Бездомный пожал плечами и заверил нас, что следит за своим здоровьем, а инсулин получает бесплатно в районной поликлинике.
– Мне его участковая выдает. Хорошая женщина. Еще бабку мою лечила. Правда та померла. Эх.
На предложение заполнить анкету отреагировал с энтузиазмом. Первые строчки бездомный нацарапал, кривя руку, как первоклассник, но быстро приноровился.

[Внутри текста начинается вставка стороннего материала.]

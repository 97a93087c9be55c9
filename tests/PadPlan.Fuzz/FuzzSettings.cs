namespace PadPlan.Fuzz;

/// <summary>How many cases, from which seed, and the limits each case must keep. The normal suite runs 500 cases from a fixed seed; PADPLAN_FUZZ_CASES and PADPLAN_FUZZ_SEED ask for a longer or different run.</summary>
public sealed record FuzzSettings(int Cases, int Seed, TimeSpan CaseTimeout, long MemoryLimitBytes, string? KeepFailuresIn)
{
    public const int DefaultCases = 500;
    public const int DefaultSeed = 15;

    public static FuzzSettings FromEnvironment() => new(
        Number("PADPLAN_FUZZ_CASES", DefaultCases),
        Number("PADPLAN_FUZZ_SEED", DefaultSeed),
        TimeSpan.FromSeconds(Number("PADPLAN_FUZZ_TIMEOUT_S", 30)),
        2L * 1024 * 1024 * 1024,
        Environment.GetEnvironmentVariable("PADPLAN_FUZZ_KEEP"));

    private static int Number(string name, int fallback) =>
        int.TryParse(Environment.GetEnvironmentVariable(name), out var value) && value > 0 ? value : fallback;
}
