using System.Diagnostics;
using PadPlan.Cli;

namespace PadPlan.Fuzz;

/// <summary>
/// Runs fuzz cases in-process through the real command line (<see cref="PadPlanCli.Run"/>), one at a time so that each
/// case's peak memory and CPU time can be measured (<see cref="CaseMeter"/>), each on its own damaged copy in its own
/// folder, and judges each: exit 0, 1 or 2 (never 3), within the memory and CPU limits, not hung, the input file
/// unchanged, and any project a command wrote accepted by `check`. The <see cref="EdgeCases"/> run first, under the same
/// limits.
/// </summary>
public sealed class FuzzRunner(FuzzSettings settings)
{
    public sealed record Summary(IReadOnlyList<FuzzCase> Cases, IReadOnlyList<FuzzCase> Edges, long PeakWorkingSet, TimeSpan Elapsed, TimeSpan CaseTimeout)
    {
        public IEnumerable<FuzzCase> Failures => Edges.Concat(Cases).Where(c => c.Problem is not null);
        public int Count(int exit) => Cases.Count(c => c.ExitCode == exit);
        public TimeSpan Slowest => Cases.Max(c => c.Duration);
        public TimeSpan MostCpu => Cases.Max(c => c.Cpu);
        public long MostMemory => Cases.Max(c => c.PeakBytes);
        public IEnumerable<FuzzCase> Known => Cases.Where(c => c.Known is not null);
    }

    public Summary Run()
    {
        var corpus = Corpus.Load();
        var work = Path.Combine(Path.GetTempPath(), "padplan-fuzz", $"{settings.Seed}-{Guid.NewGuid():N}");
        Directory.CreateDirectory(work);
        var timeout = CaseTimeout(work);
        var clock = Stopwatch.StartNew();
        var edges = RunEdges(Path.Combine(work, "edges"), timeout);
        var results = new FuzzCase[settings.Cases];
        for (var i = 0; i < settings.Cases; i++) results[i] = RunCase(i, corpus, Path.Combine(work, i.ToString("D6")), timeout);
        var peak = Process.GetCurrentProcess().PeakWorkingSet64;
        try { Directory.Delete(work, recursive: true); } catch (IOException) { } // a timed-out case may still be writing
        return new Summary(results, edges, peak, clock.Elapsed, timeout);
    }

    /// <summary>
    /// The time limit of a case: the settings' limit, or 10 times what placing the unchanged fixture takes right now if
    /// that is longer. A hang is judged against this machine's speed at this moment, so a busy machine (shared CI
    /// runners, parallel builds) does not turn slow but finite runs into false hangs. Also warms up the JIT.
    /// </summary>
    private TimeSpan CaseTimeout(string work)
    {
        var fixture = Path.Combine(work, "calibration.padplan.json");
        File.Copy(Path.Combine(Corpus.Examples, "tiny-buffer", "tiny-buffer.padplan.json"), fixture);
        var clock = Stopwatch.StartNew();
        PadPlanCli.Run(["place", fixture, "--force", "--effort", "quick", "-q"], TextWriter.Null, TextWriter.Null);
        var reference = clock.Elapsed;
        return reference * 10 > settings.CaseTimeout ? reference * 10 : settings.CaseTimeout;
    }

    private FuzzCase RunCase(int index, IReadOnlyList<Corpus.Seed> corpus, string dir, TimeSpan timeout)
    {
        // one generator per case, so any case can be rerun alone from the seed and its index
        // (not HashCode.Combine: it is seeded afresh in every process)
        var random = new Random(unchecked(settings.Seed * 1_000_003 + index * 7919) & int.MaxValue);
        var seed = corpus[random.Next(corpus.Count)];
        var (bytes, damage) = new Mutator(random).Mutate(seed.Bytes, json: seed.Kind != "netlist");
        Directory.CreateDirectory(dir);
        var (input, args) = Arrange(seed, bytes, dir, random);
        var fuzzCase = new FuzzCase(index, seed.Name, damage, string.Join(' ', args.Select(a => a.StartsWith(dir, StringComparison.Ordinal) ? Path.GetFileName(a) : a)));
        var before = File.ReadAllBytes(input);
        fuzzCase = Measured(fuzzCase, args, timeout);
        if (fuzzCase.Problem is not null) return Keep(fuzzCase, bytes);
        var code = fuzzCase.ExitCode;
        string? problem = null;
        if (code is not (0 or 1 or 2))
        {
            if (KnownFaults.Match(fuzzCase.Err) is { } known) return fuzzCase with { Known = known };
            problem = $"exit {code}: {fuzzCase.Err}";
        }
        else if (args[0] != "place" || code != 0)
        {
            if (!before.AsSpan().SequenceEqual(File.ReadAllBytes(input))) problem = "the input file was changed";
        }
        problem ??= Bounds(fuzzCase);
        // Anything written reads back: a project that import or place wrote is accepted by check (exit 0 or 1).
        if (code == 0 && WrittenProject(args) is { } written) problem ??= CheckAccepts(written);
        if (code is 2 && fuzzCase.Err.Length == 0) problem ??= "exit 2 without a message";
        if (problem is null) TryDelete(dir);
        return problem is null ? fuzzCase : Keep(fuzzCase with { Problem = problem }, bytes);
    }

    /// <summary>Runs one command, measured; a hang is a problem, the rest is judged by the caller.</summary>
    private static FuzzCase Measured(FuzzCase fuzzCase, string[] args, TimeSpan timeout)
    {
        var err = new StringWriter();
        var meter = CaseMeter.Start();
        var run = Task.Factory.StartNew(() => PadPlanCli.Run(args, TextWriter.Null, err), TaskCreationOptions.LongRunning);
        if (!run.Wait(timeout))
        {
            var late = meter();
            return fuzzCase with { Duration = late.Wall, Cpu = late.Cpu, PeakBytes = late.PeakBytes, Problem = $"still running after {timeout.TotalSeconds:0} s" };
        }
        var reading = meter();
        return fuzzCase with { ExitCode = run.Result, Duration = reading.Wall, Cpu = reading.Cpu, PeakBytes = reading.PeakBytes, Err = Shorten(err.ToString()) };
    }

    /// <summary>The memory and CPU bounds every command keeps on an input inside the limits (issue 25).</summary>
    private string? Bounds(FuzzCase c) =>
        c.PeakBytes > settings.MemoryLimitBytes ? $"peak memory {c.PeakBytes / (1024 * 1024)} MB (limit {settings.MemoryLimitBytes / (1024 * 1024)} MB)"
        : c.Cpu > settings.CpuLimit ? $"CPU time {c.Cpu.TotalSeconds:0.0} s (limit {settings.CpuLimit.TotalSeconds:0} s)"
        : null;

    private static string? WrittenProject(string[] args) => args[0] switch
    {
        "import" => args[Array.IndexOf(args, "-o") + 1],
        "place" => args[1],
        _ => null,
    };

    private static string? CheckAccepts(string project)
    {
        var err = new StringWriter();
        var code = PadPlanCli.Run(["check", project], TextWriter.Null, err);
        return code is 0 or 1 ? null : $"{Path.GetFileName(project)} was written but check refuses it (exit {code}): {Shorten(err.ToString())}";
    }

    /// <summary>The edge cases, every command measured and judged like a fuzz case (its input was not damaged, so any exit but 3 is fine).</summary>
    private List<FuzzCase> RunEdges(string work, TimeSpan timeout)
    {
        var results = new List<FuzzCase>();
        foreach (var (edge, index) in EdgeCases.All.Select((e, i) => (e, i)))
        {
            var dir = Path.Combine(work, index.ToString("D2"));
            Directory.CreateDirectory(dir);
            foreach (var args in edge.Arrange(dir))
            {
                var c = Measured(new FuzzCase(-1 - index, edge.Name, "edge of the limits", string.Join(' ', args.Select(a => a.StartsWith(dir, StringComparison.Ordinal) ? Path.GetFileName(a) : a))), args, timeout);
                if (c.Problem is null && c.ExitCode is not (0 or 1 or 2)) c = c with { Problem = $"exit {c.ExitCode}: {c.Err}" };
                if (c.Problem is null && Bounds(c) is { } over) c = c with { Problem = over };
                if (c.Problem is null && c.ExitCode == 0 && WrittenProject(args) is { } written && CheckAccepts(written) is { } refused) c = c with { Problem = refused };
                results.Add(c);
            }
        }
        return results;
    }

    /// <summary>Writes the damaged input where the case runs, and picks the command.</summary>
    private static (string Input, string[] Args) Arrange(Corpus.Seed seed, byte[] bytes, string dir, Random random)
    {
        switch (seed.Kind)
        {
            case "netlist":
            {
                var netlist = Path.Combine(dir, seed.Name);
                File.WriteAllBytes(netlist, bytes);
                var args = new List<string> { "import", netlist, "-o", Path.Combine(dir, "out.padplan.json"), "-q" };
                if (seed.PartsMap is not null)
                {
                    File.WriteAllBytes(Path.Combine(dir, "parts.json"), seed.PartsMap);
                    args.AddRange(["--parts", Path.Combine(dir, "parts.json")]);
                }
                return (netlist, [.. args]);
            }
            case "parts-map":
            {
                var map = Path.Combine(dir, "parts.json");
                File.WriteAllBytes(map, bytes);
                var netlist = Directory.GetFiles(Corpus.Examples, "*.cir", SearchOption.AllDirectories).Order(StringComparer.Ordinal).First();
                return (map, ["import", netlist, "-o", Path.Combine(dir, "out.padplan.json"), "--parts", map, "-q"]);
            }
            default:
            {
                var project = Path.Combine(dir, seed.Name);
                File.WriteAllBytes(project, bytes);
                string[] args = random.Next(10) switch
                {
                    0 or 1 => ["place", project, "--force", "--effort", "quick", "--seed", random.Next(1, 100).ToString(System.Globalization.CultureInfo.InvariantCulture), "-q"],
                    2 => ["sheets", project, "-o", Path.Combine(dir, "sheets"), "--formats", "svg", "--date", "2025-01-01"],
                    3 => ["bom", project, "--csv", Path.Combine(dir, "bom.csv")],
                    4 => ["cutlist", project],
                    5 => ["testplan", project],
                    6 => ["export", project, "--geometry", Path.Combine(dir, "geometry.json")],
                    _ => ["check", project],
                };
                return (project, args);
            }
        }
    }

    private FuzzCase Keep(FuzzCase failed, byte[] bytes)
    {
        if (settings.KeepFailuresIn is { } keep)
        {
            Directory.CreateDirectory(keep);
            File.WriteAllBytes(Path.Combine(keep, $"case-{failed.Index:D6}-{failed.Source}"), bytes);
            File.WriteAllText(Path.Combine(keep, $"case-{failed.Index:D6}.txt"), failed + "\n" + failed.Err);
        }
        return failed;
    }

    private static string Shorten(string text) => text.Length <= 2000 ? text : text[..2000] + "…";

    private static void TryDelete(string dir)
    {
        try { Directory.Delete(dir, recursive: true); } catch (IOException) { } catch (UnauthorizedAccessException) { }
    }
}
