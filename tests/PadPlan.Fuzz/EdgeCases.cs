using System.Text;
using System.Text.Json.Nodes;
using PadPlan.Cli;

namespace PadPlan.Fuzz;

/// <summary>
/// Inputs at the edges of the limits, run on every fuzz run before the random cases: every footprint body at ±500 mm
/// (on the placed tiny-buffer and on the CW filter), the largest board, and the most parts (a 500-part netlist, imported,
/// placed and printed). Each command must keep the same bounds as every fuzz case (docs/limits.md, "Fuzzing").
/// </summary>
public static class EdgeCases
{
    /// <summary>One edge case: a name, and the files and command lines it runs, in order (a later command may use an earlier one's output).</summary>
    public sealed record Edge(string Name, Func<string, IReadOnlyList<string[]>> Arrange);

    private static readonly string[] Printing = ["sheets", "check", "cutlist", "bom", "testplan"];

    public static IReadOnlyList<Edge> All { get; } =
    [
        new("tiny-buffer, every body at ±500 mm", dir => ProjectCommands(dir, HugeBodies(Read("tiny-buffer", "tiny-buffer.padplan.json")), withPlace: true)),
        new("CW filter, every body at ±500 mm", dir =>
        {
            var project = Path.Combine(dir, "cw.padplan.json");
            Must(["import", Path.Combine(Corpus.Examples, "cw-filter", "cw-filter.ppn"), "-o", project, "-q"]);
            Must(["place", project, "--effort", "quick", "-q"]);
            return ProjectCommands(dir, HugeBodies(File.ReadAllBytes(project)), withPlace: true);
        }),
        new("tiny-buffer on the largest board", dir => ProjectCommands(dir, Edited(Read("tiny-buffer", "tiny-buffer.padplan.json"), p =>
        {
            p["board"]!["width"] = 999.9;
            p["board"]!["height"] = 999.9;
        }), withPlace: true)),
        new("500 parts", dir =>
        {
            var netlist = Path.Combine(dir, "many.ppn");
            var text = new StringBuilder("title five hundred parts\n");
            for (var i = 0; i < 500; i++) text.Append($"R{i + 1} 1k 1=N{i} 2=N{(i + 1) % 500}\n"); // a ring: every net joins two parts
            File.WriteAllText(netlist, text.ToString());
            var project = Path.Combine(dir, "many.padplan.json");
            return [["import", netlist, "-o", project, "-q"], ["place", project, "--effort", "quick", "-q"], .. Printing.Select(c => Args(c, project, dir))];
        }),
    ];

    private static IReadOnlyList<string[]> ProjectCommands(string dir, byte[] project, bool withPlace)
    {
        var file = Path.Combine(dir, "edge.padplan.json");
        File.WriteAllBytes(file, project);
        var commands = Printing.Select(c => Args(c, file, dir)).ToList();
        if (withPlace)
        {
            var copy = Path.Combine(dir, "edge-placed.padplan.json");
            File.WriteAllBytes(copy, project);
            commands.Add(["place", copy, "--force", "--effort", "quick", "-q"]);
        }
        return commands;
    }

    private static string[] Args(string command, string project, string dir) => command switch
    {
        "sheets" => ["sheets", project, "-o", Path.Combine(dir, "sheets-" + Path.GetFileNameWithoutExtension(project)), "--formats", "svg,pdf", "--date", "2025-01-01"],
        _ => [command, project],
    };

    private static byte[] Read(string example, string file) => File.ReadAllBytes(Path.Combine(Corpus.Examples, example, file));

    private static byte[] HugeBodies(byte[] project) => Edited(project, p =>
    {
        foreach (var footprint in p["footprints"]!.AsArray())
            footprint!["body"] = JsonNode.Parse("[[-500,-500],[500,-500],[500,500],[-500,500]]");
    });

    private static byte[] Edited(byte[] project, Action<JsonNode> change)
    {
        var node = JsonNode.Parse(project)!;
        change(node);
        return Encoding.UTF8.GetBytes(node.ToJsonString());
    }

    private static void Must(string[] args)
    {
        var err = new StringWriter();
        var code = PadPlanCli.Run(args, TextWriter.Null, err);
        if (code != 0) throw new InvalidOperationException($"setting up an edge case: padplan {string.Join(' ', args)} exited {code}: {err}");
    }
}
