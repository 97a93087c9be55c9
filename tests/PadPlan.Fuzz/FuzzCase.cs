namespace PadPlan.Fuzz;

/// <summary>One fuzz case: a damaged input, the command run on it, and what came out.</summary>
public sealed record FuzzCase(int Index, string Source, string Damage, string Command)
{
    public int ExitCode { get; init; } = -1;
    public TimeSpan Duration { get; init; }
    public string? Problem { get; init; }
    public string Err { get; init; } = "";
    /// <summary>The <see cref="KnownFaults"/> entry an internal fault matched: reported, not failed.</summary>
    public string? Known { get; init; }

    public override string ToString() => $"case {Index} ({Source}: {Damage}; padplan {Command}): {Problem}";
}
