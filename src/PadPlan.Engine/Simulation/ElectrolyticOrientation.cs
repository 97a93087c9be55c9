using System.Globalization;
using PadPlan.Model;

namespace PadPlan.Simulation;

/// <summary>
/// A SPICE capacitor has no polarity. When the import puts one on a polarised footprint (an electrolytic), its first node
/// becomes the + lead, which is the wrong way round about as often as not. At import, with the operating point found, such
/// a capacitor is turned so that + is on the higher of its two nets, and the import summary says so. Capacitors whose
/// polarity the netlist states (`+=` and `-=` in a PadPlan netlist) are never turned: the check reports those.
/// </summary>
public static class ElectrolyticOrientation
{
    /// <summary>A polarised capacitor reversed by more than this (V) is reversed. Common practice, no source: aluminium electrolytics take well under 1 V reverse (from memory).</summary>
    public const double ReverseVolts = 0.1;

    /// <summary>
    /// At import: the project with its deck's electrolytics turned (<see cref="Orient"/>) when there are any and ngspice, found
    /// as the simulation finds it, gives the operating point; otherwise as it is, and `check` reports any that sit reversed.
    /// </summary>
    public static Project AtImport(Project project, SimulationOptions? options = null)
    {
        if (project.Imported is not { Elements.Count: > 0 } || !project.Parts.Any(p => project.FindFootprint(p.Footprint)?.PolarisedLeads(p) is not null)) return project;
        return Simulator.Run(project, options).Point is { } op ? Orient(project, op) : project;
    }

    /// <summary>The project with every SPICE-imported polarised capacitor that sits reversed at the operating point turned round (its + and - nets traded, in the part and in the recorded deck line), and a summary line for each.</summary>
    public static Project Orient(Project project, OperatingPoint op)
    {
        if (project.Imported is not { } record) return project;
        var fromDeck = record.Elements.Where(e => e.Ref is not null).Select(e => e.Ref!).ToHashSet(StringComparer.Ordinal);
        var parts = project.Parts.ToList();
        var elements = record.Elements.ToList();
        var summary = record.Summary.ToList();
        for (var i = 0; i < parts.Count; i++)
        {
            var part = parts[i];
            if (!fromDeck.Contains(part.Ref) || project.FindFootprint(part.Footprint)?.PolarisedLeads(part) is not var (plus, minus)) continue;
            if (op.LeadVolts(part, plus) is not { } vp || op.LeadVolts(part, minus) is not { } vm || vp - vm >= -ReverseVolts) continue;
            string Other(string pin) => pin == plus ? minus : pin == minus ? plus : pin;
            parts[i] = part with { Pins = part.Pins.Select(p => new PinNet(Other(p.Pin), p.Net)).ToValueList() };
            var k = elements.FindIndex(e => e.Ref == part.Ref);
            elements[k] = elements[k] with { Nodes = elements[k].Nodes.Select(n => n with { Pin = n.Pin is { } pin ? Other(pin) : null }).ToValueList() };
            summary.Add(new ImportSummaryLine("polarity", part.Ref, string.Create(CultureInfo.InvariantCulture,
                $"+ on {part.NetOf(minus)} ({vm:0.00} V at the operating point), - on {part.NetOf(plus)} ({vp:0.00} V): turned round from the deck's node order, which gives a SPICE capacitor no polarity")));
        }
        return project with { Parts = parts.ToValueList(), Imported = record with { Elements = elements.ToValueList(), Summary = summary.ToValueList() } };
    }
}
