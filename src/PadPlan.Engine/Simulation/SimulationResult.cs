namespace PadPlan.Simulation;

/// <summary>
/// The operating point, or why there is none. Every place that would show a simulated figure shows the reason instead,
/// followed by "upper bound from DC paths" when it falls back to the importer's estimate: never silent.
/// </summary>
public sealed record SimulationResult(OperatingPoint? Point, string? Reason)
{
    /// <summary>The reason given when no ngspice program is found.</summary>
    public const string NoSimulator = "no simulator found";

    /// <summary>What a figure printed instead of a simulated one is.</summary>
    public const string UpperBound = "upper bound from DC paths";

    /// <summary>The reason given when the user leaves the simulation out (--ngspice none).</summary>
    public const string SwitchedOff = "simulation switched off";

    public static SimulationResult NotFound { get; } = new(null, NoSimulator);

    /// <summary>
    /// What to do about a missing operating point: install or name ngspice when none was found, simulate when it was left out;
    /// when ngspice ran and found none, mend what the reason names, or report a deck that ngspice refused.
    /// </summary>
    public string Remedy => Reason switch
    {
        null => "",
        NoSimulator => $"Install ngspice (Debian package ngspice) or name it with --ngspice or {SimulationOptions.EnvironmentVariable}; then check again.",
        SwitchedOff => "Leave out --ngspice none to simulate.",
        _ when Reason.Contains("Error on line", StringComparison.OrdinalIgnoreCase) =>
            "ngspice refused the deck PadPlan wrote from the project, a fault of PadPlan's or a model ngspice cannot read: check the named line's part and its model, and report it with the project file.",
        _ => "ngspice ran but found no operating point: mend what the reason names, then check again.",
    };

    public static SimulationResult Of(OperatingPoint point) => new(point, null);

    public static SimulationResult Without(string reason) => new(null, reason);

    public bool Simulated => Point is not null;

    /// <summary>"no simulator found: upper bound from DC paths" and the like; "simulated by ngspice" when there is a point.</summary>
    public string Label => Point is not null ? "simulated by ngspice (operating point)" : $"{Reason}: {UpperBound}";
}
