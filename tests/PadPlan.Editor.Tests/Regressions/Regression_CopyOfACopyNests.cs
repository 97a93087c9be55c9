using PadPlan.Editor.Sessions;
using PadPlan.ProjectFiles;

namespace PadPlan.Editor.Tests.Regressions;

/// <summary>Regression (issue 25): keeping a copy of a copy nested the numbers ("p-2-2-2.padplan.json"). The number now goes on the base name.</summary>
public sealed class Regression_CopyOfACopyNests
{
    [Fact]
    public void Each_copy_of_a_copy_takes_the_next_number_of_the_base_name()
    {
        using var copy = new ExampleCopy();
        var session = EditSession.Open(copy.ProjectPath);
        var stem = Path.GetFileName(copy.ProjectPath)[..^ProjectFile.Extension.Length];
        var names = new List<string>();
        for (var i = 0; i < 3; i++)
        {
            Assert.True(session.SaveCopy().Saved);
            names.Add(session.FileName);
        }
        Assert.Equal([$"{stem}-2{ProjectFile.Extension}", $"{stem}-3{ProjectFile.Extension}", $"{stem}-4{ProjectFile.Extension}"], names);
    }
}
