namespace PadPlan.Fuzz;

/// <summary>
/// Internal faults the harness found that belong to work in progress elsewhere: counted and reported on every run,
/// not failed. Remove an entry as soon as its fix is merged, so the harness guards it from then on.
/// </summary>
public static class KnownFaults
{
    private static readonly (string Name, string Signature)[] Entries =
    [
        // none open: the last one (a netlist value with no digits, "R99 n1 n2 n3") is mended and has its regression test
    ];

    /// <summary>The known fault an exit-3 message matches, or null.</summary>
    public static string? Match(string err) =>
        Entries.FirstOrDefault(e => err.Contains(e.Signature, StringComparison.Ordinal)).Name;
}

Надеюсь, что у нас еще будет возможность выбора между кандидатами, но Борис Михайлович свое согласие дал. Не знаю, насколько можно верить указанной им информации в графе «Вредные привычки». На уточняющий вопрос ответил, что не пьет и не курит, так как у него нет денег. И это звучит логично. Но где-то же все алкаши находят выпивку, хоть и не работают. Иначе как бы они были алкашами? Хотя Саню это, кажется, мало волновало.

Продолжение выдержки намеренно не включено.